(Stored dataset items)
• • •
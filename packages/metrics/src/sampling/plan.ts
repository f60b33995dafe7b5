import {
  AQLS,
  INSPECTION_LEVELS,
  type InspectionLevel,
  MASTER_TABLES,
  REDUCED_SAMPLE_SIZES,
  SAMPLE_SIZES,
  type Severity,
  TABLE_I,
} from './tables';

function checkLotSize(lotSize: number): void {
  if (!Number.isInteger(lotSize) || lotSize < 1) {
    throw new RangeError(`lotSize must be a positive integer, got ${lotSize}`);
  }
}

/**
 * Sample size code letter from MIL-STD-105E Table I (= ANSI/ASQ Z1.4 Table I, ISO 2859-1
 * Table 1) for a lot size and inspection level; general level II by default. A lot of one
 * item is read in the 2–8 row. Throws RangeError on a lot size that is not a positive
 * integer or an unknown level.
 */
export function sampleSizeCodeLetter(lotSize: number, level: InspectionLevel = 'II'): string {
  checkLotSize(lotSize);
  const column = INSPECTION_LEVELS.indexOf(level);
  if (column < 0) throw new RangeError(`Unknown inspection level "${String(level)}"`);
  const row = TABLE_I.find((r) => lotSize <= r[0])!;
  return row[column + 1] as string;
}

/** Column of an AQL in Tables II-A to II-C, matching the printed values (0.65, 1.0, 2.5 …). */
export function aqlColumn(aql: number): number {
  const j = AQLS.findIndex((a) => Math.abs(a - aql) <= a * 1e-9);
  if (j < 0) {
    throw new RangeError(
      `AQL ${aql} is not a column of MIL-STD-105E Tables II-A to II-C (0.010–10)`,
    );
  }
  return j;
}

export interface TablePlan {
  /** Code letter whose sample size the plan uses, after following the table's arrows. */
  codeLetter: string;
  sampleSize: number;
  accept: number;
  reject: number;
}

/** Reads a master table at (letter, AQL), following ↓ and ↑ until a plan is found. */
export function tablePlan(severity: Severity, codeLetter: string, aql: number): TablePlan {
  const table = MASTER_TABLES[severity];
  const column = aqlColumn(aql);
  let row = table.letters.indexOf(codeLetter);
  if (row < 0) throw new RangeError(`Unknown code letter "${codeLetter}"`);
  for (;;) {
    const cell = table.cells[row]?.[column];
    if (cell === '↓') row++;
    else if (cell === '↑') row--;
    else if (cell) {
      const letter = table.letters[row]!;
      const sizes = severity === 'reduced' ? REDUCED_SAMPLE_SIZES : SAMPLE_SIZES;
      return { codeLetter: letter, sampleSize: sizes[letter]!, ...cell };
    } else {
      throw new Error(
        `MIL-STD-105E table for ${severity} inspection has no plan at ${codeLetter}, AQL ${aql}`,
      );
    }
  }
}

export interface SingleSamplingPlan extends TablePlan {
  /** Code letter Table I gives for the lot, before any arrow was followed. */
  lotCodeLetter: string;
  /** True when the sample is the whole lot (the table's sample size reached the lot size). */
  hundredPercent: boolean;
}

/**
 * Single sampling plan per MIL-STD-105E (ISO 2859-1, ANSI/ASQ Z1.4): code letter from
 * Table I, then Table II-A (normal), II-B (tightened) or II-C (reduced) at the AQL, following
 * the arrows ("use the first sampling plan below/above the arrow"); the sample size is that
 * of the letter where the plan is found, reported as `codeLetter`. When that sample size
 * reaches the lot size, the whole lot is inspected with the same accept and reject numbers.
 *
 * Reject a lot when nonconforming ≥ reject, accept when ≤ accept. Under reduced inspection
 * Table II-C may leave a gap (e.g. 1/4): a count in between accepts the lot but reinstates
 * normal inspection (§8.3.4 b), which `nextSeverity` applies.
 *
 * AQLs are the table's percent-nonconforming columns 0.010–10; any other value throws
 * RangeError, as do lot sizes that are not positive integers.
 */
export function singleSamplingPlan(
  lotSize: number,
  aql: number,
  options: { level?: InspectionLevel; severity?: Severity } = {},
): SingleSamplingPlan {
  const lotCodeLetter = sampleSizeCodeLetter(lotSize, options.level ?? 'II');
  const plan = tablePlan(options.severity ?? 'normal', lotCodeLetter, aql);
  const hundredPercent = plan.sampleSize >= lotSize;
  return {
    ...plan,
    sampleSize: Math.min(plan.sampleSize, lotSize),
    lotCodeLetter,
    hundredPercent,
  };
}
• • •
What is required: Scan the data above. Return every line with "hundredPercent" in it.

Task response:
  hundredPercent: boolean;
  const hundredPercent = plan.sampleSize >= lotSize;
    hundredPercent,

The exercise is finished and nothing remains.